### [ABOUT THIS EXERCISE]
Please copy each line of the records below that holds the word "offset".

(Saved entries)
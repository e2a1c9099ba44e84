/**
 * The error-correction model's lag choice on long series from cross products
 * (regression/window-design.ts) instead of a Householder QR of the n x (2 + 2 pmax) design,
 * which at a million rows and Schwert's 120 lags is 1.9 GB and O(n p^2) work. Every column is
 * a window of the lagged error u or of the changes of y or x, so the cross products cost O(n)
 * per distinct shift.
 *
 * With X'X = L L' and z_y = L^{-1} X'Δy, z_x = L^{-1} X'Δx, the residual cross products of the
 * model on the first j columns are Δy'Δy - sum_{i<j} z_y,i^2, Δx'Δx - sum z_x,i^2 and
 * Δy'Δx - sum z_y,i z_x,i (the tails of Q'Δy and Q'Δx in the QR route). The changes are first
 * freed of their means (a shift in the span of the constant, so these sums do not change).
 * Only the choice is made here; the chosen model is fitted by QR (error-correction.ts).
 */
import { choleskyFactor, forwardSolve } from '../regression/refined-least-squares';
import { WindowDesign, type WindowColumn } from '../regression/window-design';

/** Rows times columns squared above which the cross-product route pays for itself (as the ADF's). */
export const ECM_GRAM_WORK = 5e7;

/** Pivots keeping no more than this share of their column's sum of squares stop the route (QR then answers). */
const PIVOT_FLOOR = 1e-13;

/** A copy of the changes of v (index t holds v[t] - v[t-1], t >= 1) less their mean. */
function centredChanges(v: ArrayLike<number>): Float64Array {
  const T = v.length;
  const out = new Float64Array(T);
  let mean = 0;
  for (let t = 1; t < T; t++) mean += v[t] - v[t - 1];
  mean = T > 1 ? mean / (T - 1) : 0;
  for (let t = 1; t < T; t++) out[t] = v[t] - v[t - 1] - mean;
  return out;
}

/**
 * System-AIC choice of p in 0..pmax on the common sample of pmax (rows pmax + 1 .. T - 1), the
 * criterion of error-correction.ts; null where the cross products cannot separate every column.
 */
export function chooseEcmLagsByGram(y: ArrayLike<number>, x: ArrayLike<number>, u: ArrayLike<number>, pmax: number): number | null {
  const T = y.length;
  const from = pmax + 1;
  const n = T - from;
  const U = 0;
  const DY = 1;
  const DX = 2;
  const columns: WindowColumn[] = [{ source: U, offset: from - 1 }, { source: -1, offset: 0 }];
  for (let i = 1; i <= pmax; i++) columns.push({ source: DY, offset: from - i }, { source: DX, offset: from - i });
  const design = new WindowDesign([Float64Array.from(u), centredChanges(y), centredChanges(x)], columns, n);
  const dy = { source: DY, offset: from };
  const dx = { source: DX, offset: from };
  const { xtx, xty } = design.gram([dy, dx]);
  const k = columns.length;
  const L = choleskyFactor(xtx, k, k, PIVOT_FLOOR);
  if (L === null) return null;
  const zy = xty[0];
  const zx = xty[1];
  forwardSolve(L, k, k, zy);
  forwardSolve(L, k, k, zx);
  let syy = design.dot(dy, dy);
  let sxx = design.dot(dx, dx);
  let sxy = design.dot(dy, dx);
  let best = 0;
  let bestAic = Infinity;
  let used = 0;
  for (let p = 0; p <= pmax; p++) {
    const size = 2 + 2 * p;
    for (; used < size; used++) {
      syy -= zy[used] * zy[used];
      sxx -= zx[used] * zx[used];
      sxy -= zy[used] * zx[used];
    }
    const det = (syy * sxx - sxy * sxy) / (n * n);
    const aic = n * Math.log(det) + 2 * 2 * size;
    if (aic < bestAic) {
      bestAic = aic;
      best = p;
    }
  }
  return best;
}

### [RESPONSE]
  const columns: WindowColumn[] = [{ source: U, offset: from - 1 }, { source: -1, offset: 0 }];
  for (let i = 1; i <= pmax; i++) columns.push({ source: DY, offset: from - i }, { source: DX, offset: from - i });
  const dy = { source: DY, offset: from };
  const dx = { source: DX, offset: from };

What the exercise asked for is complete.